▶ _Problem requirements_
In the listing below, locate the lines that hold the string "bool". Copy those lines.
┄┄┄┄┄┄┄┄┄┄
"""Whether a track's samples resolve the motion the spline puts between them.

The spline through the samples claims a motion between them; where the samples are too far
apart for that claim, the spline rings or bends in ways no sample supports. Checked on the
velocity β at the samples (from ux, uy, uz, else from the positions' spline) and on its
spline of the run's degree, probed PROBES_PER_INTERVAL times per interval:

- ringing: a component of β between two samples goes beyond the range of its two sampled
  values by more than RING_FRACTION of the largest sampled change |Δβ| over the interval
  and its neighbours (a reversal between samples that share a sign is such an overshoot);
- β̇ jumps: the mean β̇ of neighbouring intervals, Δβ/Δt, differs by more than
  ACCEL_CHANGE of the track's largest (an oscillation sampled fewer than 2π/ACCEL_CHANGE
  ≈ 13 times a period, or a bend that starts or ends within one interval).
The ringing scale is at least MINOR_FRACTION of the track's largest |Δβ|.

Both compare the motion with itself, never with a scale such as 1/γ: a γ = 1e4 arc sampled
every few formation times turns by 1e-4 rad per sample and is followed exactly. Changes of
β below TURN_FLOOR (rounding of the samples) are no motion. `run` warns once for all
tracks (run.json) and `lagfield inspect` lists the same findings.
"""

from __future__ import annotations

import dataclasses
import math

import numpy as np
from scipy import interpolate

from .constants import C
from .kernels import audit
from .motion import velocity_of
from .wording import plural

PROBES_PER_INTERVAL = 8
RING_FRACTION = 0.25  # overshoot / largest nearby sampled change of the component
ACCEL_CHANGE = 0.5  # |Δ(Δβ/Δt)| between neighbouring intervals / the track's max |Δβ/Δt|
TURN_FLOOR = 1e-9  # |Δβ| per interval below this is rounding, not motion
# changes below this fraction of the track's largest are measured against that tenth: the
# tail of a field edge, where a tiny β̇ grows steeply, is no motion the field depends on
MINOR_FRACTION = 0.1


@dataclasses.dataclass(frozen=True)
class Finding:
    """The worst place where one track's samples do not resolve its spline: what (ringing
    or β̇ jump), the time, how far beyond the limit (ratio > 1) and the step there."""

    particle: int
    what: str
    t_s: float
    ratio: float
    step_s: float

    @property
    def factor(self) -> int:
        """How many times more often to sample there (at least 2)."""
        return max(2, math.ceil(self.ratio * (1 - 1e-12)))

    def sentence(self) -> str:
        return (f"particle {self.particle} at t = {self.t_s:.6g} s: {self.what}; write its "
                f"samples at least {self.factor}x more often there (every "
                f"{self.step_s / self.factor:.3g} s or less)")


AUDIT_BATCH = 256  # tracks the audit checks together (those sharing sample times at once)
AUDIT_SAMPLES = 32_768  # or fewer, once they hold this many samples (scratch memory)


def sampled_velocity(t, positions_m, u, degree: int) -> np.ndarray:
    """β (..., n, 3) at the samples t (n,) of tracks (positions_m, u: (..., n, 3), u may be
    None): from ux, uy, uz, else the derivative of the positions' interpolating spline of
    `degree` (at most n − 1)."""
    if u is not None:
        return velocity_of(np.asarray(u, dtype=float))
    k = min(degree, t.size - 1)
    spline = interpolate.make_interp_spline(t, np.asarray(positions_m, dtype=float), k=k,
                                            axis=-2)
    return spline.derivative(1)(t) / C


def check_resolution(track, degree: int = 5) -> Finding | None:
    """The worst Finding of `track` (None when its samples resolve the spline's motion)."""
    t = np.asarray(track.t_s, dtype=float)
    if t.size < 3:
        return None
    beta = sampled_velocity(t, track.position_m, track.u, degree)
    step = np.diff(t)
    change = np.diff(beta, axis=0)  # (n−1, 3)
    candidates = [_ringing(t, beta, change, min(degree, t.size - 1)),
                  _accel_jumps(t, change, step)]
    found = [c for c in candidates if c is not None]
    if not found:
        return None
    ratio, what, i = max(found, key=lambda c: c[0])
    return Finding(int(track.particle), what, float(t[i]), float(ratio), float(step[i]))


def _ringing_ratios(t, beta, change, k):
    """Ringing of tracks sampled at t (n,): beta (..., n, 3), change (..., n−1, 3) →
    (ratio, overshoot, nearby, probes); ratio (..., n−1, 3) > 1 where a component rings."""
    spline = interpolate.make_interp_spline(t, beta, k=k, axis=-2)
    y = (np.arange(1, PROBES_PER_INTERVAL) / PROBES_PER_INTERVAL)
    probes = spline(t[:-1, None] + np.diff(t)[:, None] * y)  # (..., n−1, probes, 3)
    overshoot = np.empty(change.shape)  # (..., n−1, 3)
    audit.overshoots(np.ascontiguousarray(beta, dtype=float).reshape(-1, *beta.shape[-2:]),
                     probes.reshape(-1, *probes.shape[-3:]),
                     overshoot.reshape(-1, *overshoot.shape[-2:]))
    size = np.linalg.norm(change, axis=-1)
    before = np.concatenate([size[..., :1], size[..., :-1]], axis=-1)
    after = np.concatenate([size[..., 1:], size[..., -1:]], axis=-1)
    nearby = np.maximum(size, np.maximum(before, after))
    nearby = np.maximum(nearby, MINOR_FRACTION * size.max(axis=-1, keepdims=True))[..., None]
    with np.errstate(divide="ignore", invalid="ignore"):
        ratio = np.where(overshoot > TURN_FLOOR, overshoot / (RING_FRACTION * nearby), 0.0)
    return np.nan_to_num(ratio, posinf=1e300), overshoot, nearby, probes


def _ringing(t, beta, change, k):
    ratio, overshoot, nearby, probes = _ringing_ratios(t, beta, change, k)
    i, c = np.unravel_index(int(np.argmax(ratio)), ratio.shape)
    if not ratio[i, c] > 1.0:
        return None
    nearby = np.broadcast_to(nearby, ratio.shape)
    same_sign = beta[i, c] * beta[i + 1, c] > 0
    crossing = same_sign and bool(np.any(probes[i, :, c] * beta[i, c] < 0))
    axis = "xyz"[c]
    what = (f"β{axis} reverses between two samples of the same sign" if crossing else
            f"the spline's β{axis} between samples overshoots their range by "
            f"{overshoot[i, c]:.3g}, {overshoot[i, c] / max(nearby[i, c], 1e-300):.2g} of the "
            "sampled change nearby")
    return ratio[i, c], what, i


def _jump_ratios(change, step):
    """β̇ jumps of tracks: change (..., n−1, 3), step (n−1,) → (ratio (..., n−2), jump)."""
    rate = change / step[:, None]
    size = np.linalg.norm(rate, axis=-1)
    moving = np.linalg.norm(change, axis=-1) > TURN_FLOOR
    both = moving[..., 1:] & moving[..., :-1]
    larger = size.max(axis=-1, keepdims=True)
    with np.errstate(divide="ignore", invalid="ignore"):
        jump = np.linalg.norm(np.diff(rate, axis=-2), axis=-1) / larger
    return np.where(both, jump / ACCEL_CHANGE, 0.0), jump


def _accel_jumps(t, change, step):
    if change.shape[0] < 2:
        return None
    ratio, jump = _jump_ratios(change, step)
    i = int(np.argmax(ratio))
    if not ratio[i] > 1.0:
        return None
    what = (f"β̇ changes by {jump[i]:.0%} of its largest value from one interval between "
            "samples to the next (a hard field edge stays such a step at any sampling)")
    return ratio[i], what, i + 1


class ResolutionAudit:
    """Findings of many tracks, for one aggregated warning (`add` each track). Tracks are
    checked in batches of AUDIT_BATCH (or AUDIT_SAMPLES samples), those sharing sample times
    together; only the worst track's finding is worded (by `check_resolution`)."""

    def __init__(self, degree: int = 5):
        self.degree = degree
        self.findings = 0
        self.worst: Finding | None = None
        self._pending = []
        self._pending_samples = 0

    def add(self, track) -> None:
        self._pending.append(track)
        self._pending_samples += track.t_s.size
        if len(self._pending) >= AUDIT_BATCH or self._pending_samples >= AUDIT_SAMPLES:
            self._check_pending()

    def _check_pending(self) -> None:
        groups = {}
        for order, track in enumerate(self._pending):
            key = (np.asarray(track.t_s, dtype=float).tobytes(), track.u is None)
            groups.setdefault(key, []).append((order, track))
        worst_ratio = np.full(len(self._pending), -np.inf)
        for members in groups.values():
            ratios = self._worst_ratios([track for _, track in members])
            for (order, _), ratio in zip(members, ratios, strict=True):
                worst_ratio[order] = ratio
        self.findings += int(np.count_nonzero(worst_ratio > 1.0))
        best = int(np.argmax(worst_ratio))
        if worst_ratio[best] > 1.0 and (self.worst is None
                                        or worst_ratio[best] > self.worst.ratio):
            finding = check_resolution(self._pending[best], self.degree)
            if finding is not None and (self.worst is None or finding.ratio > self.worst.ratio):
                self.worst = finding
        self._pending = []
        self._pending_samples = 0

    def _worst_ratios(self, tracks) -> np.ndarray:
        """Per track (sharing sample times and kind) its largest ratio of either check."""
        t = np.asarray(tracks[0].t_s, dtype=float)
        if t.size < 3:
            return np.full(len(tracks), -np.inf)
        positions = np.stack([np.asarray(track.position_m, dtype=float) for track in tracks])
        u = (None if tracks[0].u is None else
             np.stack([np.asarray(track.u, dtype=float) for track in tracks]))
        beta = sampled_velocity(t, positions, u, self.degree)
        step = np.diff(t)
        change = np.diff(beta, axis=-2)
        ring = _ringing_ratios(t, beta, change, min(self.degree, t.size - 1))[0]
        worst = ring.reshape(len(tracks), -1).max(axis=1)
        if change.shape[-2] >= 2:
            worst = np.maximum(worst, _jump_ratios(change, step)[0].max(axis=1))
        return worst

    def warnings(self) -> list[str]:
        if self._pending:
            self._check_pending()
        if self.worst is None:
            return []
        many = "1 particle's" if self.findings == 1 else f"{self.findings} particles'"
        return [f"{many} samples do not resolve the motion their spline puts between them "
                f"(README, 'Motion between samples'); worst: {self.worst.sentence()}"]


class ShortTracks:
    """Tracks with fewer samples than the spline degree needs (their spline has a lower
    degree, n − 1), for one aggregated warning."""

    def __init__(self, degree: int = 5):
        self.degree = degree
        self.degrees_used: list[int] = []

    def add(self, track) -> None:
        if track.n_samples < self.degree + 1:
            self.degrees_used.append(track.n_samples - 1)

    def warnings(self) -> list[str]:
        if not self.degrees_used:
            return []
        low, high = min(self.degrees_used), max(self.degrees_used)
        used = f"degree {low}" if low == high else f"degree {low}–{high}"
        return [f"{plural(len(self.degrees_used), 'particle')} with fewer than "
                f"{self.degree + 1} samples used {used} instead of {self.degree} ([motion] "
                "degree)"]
┄┄┄┄┄┄┄┄┄┄
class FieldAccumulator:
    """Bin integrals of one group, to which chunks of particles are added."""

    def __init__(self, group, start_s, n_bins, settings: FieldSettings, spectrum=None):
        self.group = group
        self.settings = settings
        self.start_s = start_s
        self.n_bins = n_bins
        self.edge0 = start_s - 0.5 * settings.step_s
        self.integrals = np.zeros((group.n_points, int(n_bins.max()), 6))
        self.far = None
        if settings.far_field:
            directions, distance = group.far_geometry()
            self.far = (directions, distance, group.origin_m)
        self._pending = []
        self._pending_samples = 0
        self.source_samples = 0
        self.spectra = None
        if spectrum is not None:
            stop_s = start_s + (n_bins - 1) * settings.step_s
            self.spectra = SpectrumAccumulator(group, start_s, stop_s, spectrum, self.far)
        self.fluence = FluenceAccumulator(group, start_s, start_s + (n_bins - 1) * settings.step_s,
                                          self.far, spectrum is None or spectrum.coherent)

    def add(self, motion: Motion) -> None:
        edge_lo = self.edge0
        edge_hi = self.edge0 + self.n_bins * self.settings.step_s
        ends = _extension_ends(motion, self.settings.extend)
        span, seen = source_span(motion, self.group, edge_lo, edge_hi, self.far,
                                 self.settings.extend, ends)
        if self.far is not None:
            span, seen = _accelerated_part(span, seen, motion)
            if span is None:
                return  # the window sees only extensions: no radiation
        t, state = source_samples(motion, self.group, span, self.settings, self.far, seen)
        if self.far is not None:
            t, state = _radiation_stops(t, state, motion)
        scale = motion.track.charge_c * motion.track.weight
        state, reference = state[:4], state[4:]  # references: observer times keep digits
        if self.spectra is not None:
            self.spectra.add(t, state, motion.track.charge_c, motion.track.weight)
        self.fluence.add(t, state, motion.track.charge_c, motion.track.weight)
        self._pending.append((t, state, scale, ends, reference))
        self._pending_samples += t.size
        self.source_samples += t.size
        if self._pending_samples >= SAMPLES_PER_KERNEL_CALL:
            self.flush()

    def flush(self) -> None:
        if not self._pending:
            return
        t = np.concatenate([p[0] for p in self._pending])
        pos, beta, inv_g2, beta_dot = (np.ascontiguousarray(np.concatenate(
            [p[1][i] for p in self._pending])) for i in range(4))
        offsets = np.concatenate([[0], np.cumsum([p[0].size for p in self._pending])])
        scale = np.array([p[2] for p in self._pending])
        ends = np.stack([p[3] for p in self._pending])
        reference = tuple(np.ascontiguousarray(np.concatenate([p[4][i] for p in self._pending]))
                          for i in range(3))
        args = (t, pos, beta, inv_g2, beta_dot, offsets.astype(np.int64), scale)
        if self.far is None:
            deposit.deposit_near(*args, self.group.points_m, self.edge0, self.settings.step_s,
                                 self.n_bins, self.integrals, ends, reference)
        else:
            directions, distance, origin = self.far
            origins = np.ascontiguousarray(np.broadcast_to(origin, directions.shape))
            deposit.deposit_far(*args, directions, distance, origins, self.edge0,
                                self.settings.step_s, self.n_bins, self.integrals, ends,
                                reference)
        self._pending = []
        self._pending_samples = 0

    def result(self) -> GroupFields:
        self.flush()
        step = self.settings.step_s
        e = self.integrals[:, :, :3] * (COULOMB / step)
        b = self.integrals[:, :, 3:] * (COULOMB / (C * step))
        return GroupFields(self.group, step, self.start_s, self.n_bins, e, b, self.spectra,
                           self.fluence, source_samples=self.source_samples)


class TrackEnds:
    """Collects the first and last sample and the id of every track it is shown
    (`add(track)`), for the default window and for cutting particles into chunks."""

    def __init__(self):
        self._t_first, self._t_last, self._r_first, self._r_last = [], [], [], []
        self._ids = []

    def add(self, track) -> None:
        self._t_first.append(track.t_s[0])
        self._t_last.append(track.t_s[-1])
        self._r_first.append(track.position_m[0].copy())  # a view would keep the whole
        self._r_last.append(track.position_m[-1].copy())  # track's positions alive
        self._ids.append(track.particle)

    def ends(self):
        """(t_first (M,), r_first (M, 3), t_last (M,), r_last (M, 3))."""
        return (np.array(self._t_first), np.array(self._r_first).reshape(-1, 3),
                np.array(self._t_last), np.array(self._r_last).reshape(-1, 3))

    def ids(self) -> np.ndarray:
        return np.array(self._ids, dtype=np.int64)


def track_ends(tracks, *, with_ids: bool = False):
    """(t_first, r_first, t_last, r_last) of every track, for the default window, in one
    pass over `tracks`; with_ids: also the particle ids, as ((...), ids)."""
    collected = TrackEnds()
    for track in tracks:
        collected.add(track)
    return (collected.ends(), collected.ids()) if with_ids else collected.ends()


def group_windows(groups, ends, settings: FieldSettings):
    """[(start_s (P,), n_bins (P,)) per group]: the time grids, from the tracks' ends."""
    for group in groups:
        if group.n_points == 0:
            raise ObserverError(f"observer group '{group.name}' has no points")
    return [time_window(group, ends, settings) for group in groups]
┄┄┄┄┄┄┄┄┄┄
▶ _Response to the exercise_
    crossing = same_sign and bool(np.any(probes[i, :, c] * beta[i, c] < 0))
def track_ends(tracks, *, with_ids: bool = False):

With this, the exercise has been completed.